- Seal of the Ambazonia Self-Defence Council
- Leaders: "General Bitter Collar"; "Commander Armoured Car"; "Field Marshall" Lekeaka Oliver †; General No Pity; "Field Marshal" Insobu †; Marshall Foncha; "General John"; "General Talk and Do"; "General Thunder" †; "General Presido";
- Dates active: March 2018 – present
- Country: Cameroon
- Groups: Bui Warriors; General No Pity's forces; Red Dragons; Tigers of Ambazonia; Seven Karta; Manyu Ghost Warriors; Ambazonia Restoration Army;
- Active regions: Northwest and Southwest Cameroon
- Political position: Ambazonian separatism; odeshi (elements);
- Size: Thousands (self-claim)
- Part of: Ambazonia
- Wars: Anglophone Crisis

= Ambazonia Self-Defence Council =

Separatist militant group in Cameroon

The Ambazonia Self-Defence Council (ASC), also known as Ambazonia Military Council (AMC), Ambazonia Military Forces (AMF), and Ambazonia Restoration Forces (ARF), is an umbrella organization that consists of several militants that fight for the independence of the Federal Republic of Ambazonia, a self-proclaimed entity in Cameroon’s Anglophone régions. Its membership includes the Red Dragons, the Tigers of Ambazonia, Seven Karta, the Manyu Ghost Warriors, the Ambazonia Restoration Army, the Southern Cameroons Defence Forces, the Bui Warriors, General No Pity's forces, and numerous others. Collectively, these militias possibly outsize the Ambazonia Defence Forces and SOCADEF.

== History ==
The ASC was created by the Interim Government of Ambazonia in March 2018. The Interim Government wished to include all separatist militias, including the ADF; however, the ADF declined to join, opting for cooperation rather than integration. It is unclear whether the ASC has a centralized command structure, though given the local nature of its militias, this is unlikely.

In March 2019, the Southern Cameroons Liberation Council (SCLC) was created. Days later, it declared an immediate end to a lockdown in Fako Division, previously declared by the Interim Government.
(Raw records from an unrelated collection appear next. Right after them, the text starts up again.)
def parse_site(raw: dict[str, Any], path: Path) -> Site:
    top = Table(raw, "", path)
    s = top.table("site", required=True)
    tzname = s.get("timezone", str)
    try:
        zoneinfo.ZoneInfo(tzname)
    except (zoneinfo.ZoneInfoNotFoundError, ValueError):
        raise s._err("timezone", f"unknown IANA time zone {tzname!r} (e.g. 'Europe/Berlin')")\
            from None
    albedo = s.number("albedo", 0.2, lo=0, hi=1)
    horizon = _horizon(s, "horizon", ())
    site_fields = dict(
        name=s.get("name", str),
        latitude_deg=s.number("latitude_deg", lo=-90, hi=90),
        longitude_deg=s.number("longitude_deg", lo=-180, hi=180),
        altitude_m=s.number("altitude_m", 0.0, lo=-500, hi=9000),
        timezone=tzname,
        commissioned=s.get("commissioned", dt.date, None),
        module_age_years=s.number("module_age_years_at_first_data", None, lo=0, hi=60),
        export_limit_kw=s.number("export_limit_kw", None, lo=0),
        inbox=s.get("inbox", str, None),
    )
    s.done()
    if site_fields["commissioned"] is not None and site_fields["module_age_years"] is not None:
        raise s._err("module_age_years_at_first_data", "give either commissioned or "
                     "module_age_years_at_first_data, not both")

    inverters = []
    for t in top.tables("inverters"):
        night = t.number("night_tare_w", 0.0, lo=0)
        arrays = tuple(_array(a, albedo, horizon) for a in t.tables("arrays"))
        inv = Inverter(
            id=t.get("id", str),
            ac_kw=t.number("ac_kw", lo=0.001, hi=1e6),
            efficiency_pct=t.number("efficiency_pct", 96.0, lo=50, hi=100),
            arrays=arrays,
            night_tare_w=night,
        )
        t.done()
        inverters.append(inv)
    ids = [i.id for i in inverters]
    if len(set(ids)) != len(ids) or "plant" in ids or "site" in ids:
        raise SiteFileError(f"{path}: inverters: ids must be unique and not 'plant' or 'site'")

    lt = top.table("losses")
    losses = Losses(
        **{k: lt.number(k, getattr(Losses, k), lo=0, hi=50) for k in Losses.__dataclass_fields__}
    )
    lt.done()

    mt = top.table("model")
    model = Model(
        irradiance_source=mt.get("irradiance_source", str, "auto", IRRADIANCE_SOURCES),
        poa_sensor_kind=mt.get("poa_sensor_kind", str, "pyranometer", POA_SENSOR_KINDS),
        poa_sensor_tilt_deg=mt.number("poa_sensor_tilt_deg", None, lo=0, hi=90),
        poa_sensor_azimuth_deg=mt.number("poa_sensor_azimuth_deg", None, lo=0, hi=360),
        poa_sensor_on_tracker=_sensor_on_tracker(mt, inverters),
        decomposition=mt.get("decomposition", str, "disc", DECOMPOSITIONS),
        transposition=mt.get("transposition", str, "perez", TRANSPOSITIONS),
        temperature_model=mt.get("temperature_model", str, "sapm", TEMPERATURE_MODELS),
        iam=mt.get("iam", str, "physical", IAM_MODELS),
        poa_uncertainty_pct=mt.number("poa_uncertainty_pct", None, lo=0, hi=50),
        sensor_class=mt.get("sensor_class", str, "A", ("A", "B", "C")),
        sensor_stability_pct_per_year=mt.number("sensor_stability_pct_per_year", None, lo=0,
                                                hi=20),
        precipitable_water_cm=mt.number("precipitable_water_cm", REFERENCE_PRECIPITABLE_WATER_CM,
                                        lo=0.1, hi=8),
    )
    mt.done()

    loggers = tuple(_logger(t, set(ids)) for t in top.tables("loggers"))
    names = [lg.name for lg in loggers]
    if len(set(names)) != len(names):
        raise SiteFileError(f"{path}: loggers: names must be unique")
    # Sections that later stages read are validated by those stages; accept them here.
    for later in ("metrics", "detect", "guarantees", "report", "meter", "corrections"):
        top.used.add(later)
    top.done()
    return Site(
        inverters=tuple(inverters),
        losses=losses,
        model=model,
        loggers=loggers,
        path=path,
        raw=raw,
        **site_fields,
    )
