"""The PDF pages: drawn the same as matplotlib's own text layout draws them."""

from __future__ import annotations

import contextlib
import re

import numpy as np

from perfcheck import pdf

BLOCKS = [("title", "Office roof — June 2025"),
          ("para", "Measured 4,321.5 kWh of 4,410.0 kWh expected (PR 81.3 %, interval 79.9 – "
                   "82.6 %), fine soiling at 12 °C; 1.2 W/m² offset, AVA To Wa fi fl."),
          ("lead", "The plant fell short by 2.0 %; most of it to soiling."),
          ("h", "1  Data coverage and quality"),
          ("table", (["Inverter", "Days with data", "Flagged rows"],
                     [["inv-1", "30 of 30", "12"], ["inv-2", "29 of 30", "1,440"]])),
          ("pre", "[site]\nname = \"Office roof\"\n  tilt_deg = 30.0"),
          ("figures", None)]


def _pages(tmp_path, name: str) -> bytes:
    pixels = {stem: np.full((40, 80, 3), 200, dtype=np.uint8)
              for stem, _, _ in pdf.figures.FIGURES}
    path = tmp_path / name
    pdf.write_pdf(BLOCKS, pixels, path, "Office roof")
    return re.sub(rb"/CreationDate \(D:\d+Z\)", b"", path.read_bytes())


def test_pages_as_matplotlib_lays_their_text_out(tmp_path, monkeypatch):
    # reference: matplotlib's own layout of each line (its PDF backend as shipped), which the
    # PDF without the glyph loads must equal byte for byte (text in regular, bold, italic and
    # monospace, kerned pairs, ligatures, signs outside ASCII)
    ours = _pages(tmp_path, "ours.pdf")
    monkeypatch.setattr(pdf, "_glyph_positions_only", contextlib.nullcontext)
    assert ours == _pages(tmp_path, "matplotlib.pdf")
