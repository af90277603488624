"""Project-level checks: the README's commands, CI, help texts, packaging, lint."""

from __future__ import annotations

import importlib
import importlib.util
import os
import pkgutil
import re
import subprocess
import sys
from pathlib import Path

import pytest
from click.testing import CliRunner

from perfcheck import cli, db
from perfcheck.cli import main

ROOT = Path(__file__).resolve().parent.parent


def readme_commands() -> list[str]:
    text = (ROOT / "README.md").read_text(encoding="utf-8")
    setup = text.split("## Set-up on a fresh machine", 1)[1].split("\n## ", 1)[0]
    return re.findall(r"```\n(.+?)\n```", setup)


def test_readme_has_exactly_two_setup_commands_and_ci_runs_the_test_one():
    demo, tests = readme_commands()
    assert "perfcheck demo" in demo
    assert "pytest" in tests
    ci = (ROOT / ".ci" / "run").read_text(encoding="utf-8").splitlines()
    assert tests in ci, "the README's test command must appear verbatim in .ci/run"


def test_every_command_has_help_with_an_example_and_is_in_the_readme():
    readme = (ROOT / "README.md").read_text(encoding="utf-8")
    runner = CliRunner()
    listed = runner.invoke(main, ["--help"]).output
    for name in cli.COMMANDS:
        result = runner.invoke(main, [name, "--help"])
        assert result.exit_code == 0, name
        assert "Example" in result.output, f"{name} --help has no example"
        assert f"perfcheck {name}" in readme, f"{name} is not documented in the README"
        assert main.get_command(None, name).help
        assert f"  {name} " in listed


def test_the_command_table_names_every_command_of_every_module():
    found = {}
    for info in pkgutil.iter_modules(cli.__path__):
        module = importlib.import_module(f"perfcheck.cli.{info.name}")
        found.update({c.name: info.name for c in getattr(module, "COMMANDS", [])})
    assert found == {name: module for name, (module, _) in cli.COMMANDS.items()}


HEAVY = ("pandas", "numpy", "duckdb", "pvlib", "matplotlib", "statsmodels", "jinja2", "scipy")
# Prints the heavy libraries really loaded (a module the CLI names lazily is not loaded yet).
LOADED = ("import sys\nfrom perfcheck.cli import main\ntry:\n"
          "    main(sys.argv[1:], prog_name='perfcheck')\nexcept SystemExit:\n    pass\n"
          f"print(sorted(m for m in {HEAVY!r} if m in sys.modules and "
          "type(sys.modules[m]).__name__ != '_LazyModule'))")


def completing(words: str) -> dict[str, str]:
    return {"_PERFCHECK_COMPLETE": "bash_complete", "COMP_WORDS": words,
            "COMP_CWORD": str(len(words.split()) - 1)}


@pytest.mark.parametrize("args, env", [
    (["--version"], {}),
    (["--help"], {}),
    *(([name, "--help"], {}) for name in cli.COMMANDS),
    ([], completing("perfcheck c")),
    ([], completing("perfcheck check --")),
])
def test_help_version_and_completion_import_no_heavy_library(args, env):
    """The start-up promise of the README (well under 0.3 s; measured in tests/bench_cli.py):
    version, help and completion load none of the heavy libraries."""
    out = subprocess.run([sys.executable, "-c", LOADED, *args], capture_output=True, text=True,
                         env={**os.environ, **env}, check=True)
    assert out.stdout.splitlines()[-1] == "[]", out.stdout
    if env == completing("perfcheck c"):
        assert "plain,check" in out.stdout and "plain,capacity" in out.stdout
    if env == completing("perfcheck check --"):
        assert "plain,--json" in out.stdout and "plain,--from" in out.stdout



def test_the_command_line_runs_numpy_s_matrix_products_on_one_thread():
    """perfcheck.cli sets OpenBLAS to one thread before numpy loads (the command's small
    products ran slower on threads, and a long dot product's last digits followed the core
    count); a value the user set is kept."""
    probe = ("import os, sys\nimport perfcheck.cli\n"
             "print('numpy' in sys.modules, os.environ['OPENBLAS_NUM_THREADS'])")
    env = {k: v for k, v in os.environ.items() if k != "OPENBLAS_NUM_THREADS"}
    out = subprocess.run([sys.executable, "-c", probe], capture_output=True, text=True,
                         env=env, check=True)
    assert out.stdout.split() == ["False", "1"], out.stdout
    out = subprocess.run([sys.executable, "-c", probe], capture_output=True, text=True,
                         env={**env, "OPENBLAS_NUM_THREADS": "2"}, check=True)
    assert out.stdout.split() == ["False", "2"], out.stdout

# Loads every pvlib module perfcheck uses through its binding, then prints the package's class,
# pvlib's version and whether the modules only pvlib's __init__ loads were loaded.
PVLIB_USED = (
    "import importlib.metadata, sys\nfrom perfcheck import model, physics\n"
    "for m in ('atmosphere', 'bifacial', 'clearsky', 'iam', 'irradiance', 'spa', 'temperature',"
    " 'tracking'):\n    getattr(physics.pvlib, m)\n"
    "print(type(physics.pvlib).__name__, physics.pvlib.__version__ == "
    "importlib.metadata.version('pvlib'), any(m in sys.modules for m in "
    "('pvlib.spectrum', 'pvlib.modelchain', 'scipy.integrate')))\n"
    "print(physics.pvlib.pvsystem.PVSystem.__name__, type(physics.pvlib).__name__)")


def test_the_pvlib_modules_in_use_load_without_pvlib_s_init():
    """pvlib's __init__ loads all its modules (scipy's integration with them): the modules the
    physics, the model and the detectors use load alone, and anything else still loads."""
    out = subprocess.run([sys.executable, "-c", PVLIB_USED], capture_output=True, text=True,
                         check=True, cwd=ROOT)
    assert out.stdout.splitlines() == ["_Package True False", "PVSystem module"], out.stdout


def test_sql_files_are_found_and_every_schema_runs(tmp_path):
    con = db.connect(tmp_path / "x.duckdb")
    tables = {r[0] for r in con.execute("SELECT table_name FROM duckdb_tables()").fetchall()}
    views = {r[0] for r in con.execute("SELECT view_name FROM duckdb_views()").fetchall()}
    assert {"source_files", "readings", "quarantine", "conflicts"} <= tables | views
    assert db.schema_names() == sorted(db.schema_names())


def test_schema_runs_again_only_when_its_text_changed(tmp_path, monkeypatch):
    # an up-to-date database skips the schema files (their digest is stored); a changed text
    # runs them again and stores the new digest (common practice: a schema version stamp)
    db.connect(tmp_path / "x.duckdb").close()
    read = []
    sql = db.sql
    monkeypatch.setattr(db, "sql", lambda name: read.append(name) or sql(name))
    con = db.connect(tmp_path / "x.duckdb")
    assert read == []
    con.close()
    monkeypatch.setattr(db, "schema_digest", lambda: "changed")
    con = db.connect(tmp_path / "x.duckdb")
    assert read == db.schema_names()
    assert con.execute("SELECT digest FROM schema_state").fetchall() == [("changed",)]


def test_user_names_are_quoted_as_identifiers():
    assert db.quote_ident('P "WR1"') == '"P ""WR1"""'


@pytest.mark.skipif(importlib.util.find_spec("ruff") is None, reason="ruff not installed")
def test_lint_clean():
    out = subprocess.run([sys.executable, "-m", "ruff", "check", "perfcheck", "tests"], cwd=ROOT,
                         capture_output=True, text=True)
    assert out.returncode == 0, out.stdout + out.stderr
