def test_dst_spring_skipped_hour(tmp_path):
    # Directive 2000/84/EC, art. 2: summer time begins at 01:00 UTC on the last Sunday of
    # March; in Europe/Berlin local 02:00-02:59 does not exist that day.
    day = _last_sunday(2024, 3)
    assert day == 31
    change = utc(2024, 3, day, 1, 0)
    local = ["01:30", "01:45", "03:00", "03:15", "02:30"]
    body = "ts,P,G\n" + "".join(f"2024-03-{day} {t},1,1\n" for t in local)
    con, _, (res,) = ingest(tmp_path, body, time_kind="local", interval_min=15)
    assert (res.rows_loaded, res.rows_quarantined) == (4, 1)
    assert list(series(con, "ac_power_w").index) == [
        change - pd.Timedelta(minutes=30), change - pd.Timedelta(minutes=15), change,
        change + pd.Timedelta(minutes=15)]
    assert con.execute("SELECT line, reason FROM quarantine").fetchall() == [
        (6, f"local time '2024-03-{day} 02:30' does not exist in Europe/Berlin "
            "(clocks went forward)")]


# --------------------------------------------------------------------------------------------
# units


@pytest.mark.parametrize(
    "quantity, unit, raw, stored, si",
    [
        # SI prefixes k = 1e3, M = 1e6 (BIPM SI Brochure, 9th ed. 2019, table 7)
        ("ac_power", "W", 1234.5, "ac_power_w", 1234.5),
        ("ac_power", "kW", 1.2345, "ac_power_w", 1234.5),
        ("ac_power", "MW", 0.0012345, "ac_power_w", 1234.5),
        ("energy_register", "Wh", 5e6, "energy_register_wh", 5e6),
        ("energy_register", "kWh", 5000.0, "energy_register_wh", 5e6),
        ("energy_register", "MWh", 5.0, "energy_register_wh", 5e6),
        ("energy_interval", "kWh", 0.25, "energy_interval_wh", 250.0),
        # t/C = T/K - 273.15 (BIPM SI Brochure, 9th ed. 2019, section 2.3.1)
        ("temp_air", "K", 298.15, "temp_air_c", 25.0),
        ("temp_module", "C", 41.5, "temp_module_c", 41.5),
        # 1 km/h = 1000 m / 3600 s
        ("wind_speed", "km/h", 36.0, "wind_speed_ms", 10.0),
        ("rain", "mm", 0.4, "rain_mm", 0.4),
        ("ghi", "W/m2", 812.0, "ghi_wm2", 812.0),
    ],
)
def test_units_are_converted_to_si(tmp_path, quantity, unit, raw, stored, si):
    inverter = "INV1" if quantity in ("ac_power", "energy_register", "energy_interval") else None
    con, _, _ = ingest(tmp_path, f"ts,X\n2024-06-01 10:00,{raw!r}\n",
                       columns=(("X", quantity, unit, inverter),))
    assert_allclose(series(con, stored).to_numpy(), [si], rtol=1e-12)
Although the ASC is loyal to the Interim Government, and the Interim Government is part of the SCLC, the ASC refused to end the lockdown. In its refusal to obey the order, the ASC cited the lack of consultation by the SCLC.

By 2021, the ASC had become more commonly known as the "Ambazonia Restoration Forces" (ARF).

In January 2022, the ARF began to fracture as conflicts erupted among its members. Several commanders of the umbrella group, including General No Pity and General Mad Dog, formed the Bui Unity Warriors in opposition to "Field Marshal" Insobu's Bui Warriors, another group within the ARF. The internal struggles further escalated in February 2022, as the Interim Government splintered when its leader Samuel Ikome Sako was impeached. General Mad Dog began attacking the forces of then-ARF chief commander Lekeaka Oliver, and General No Pity's troops killed Insobu in April 2022. Oliver was killed in July, either by government forces or rival rebels.

In August 2022, more than 50 ARF commanders met to agree to a more organized unification of the ARF as well as to distance themselves from the exile leadership of the rebellion. At the meeting, "General Bitter Collar" and "Commander Armoured Car" were elected as Communication Secretaries for the unified militias.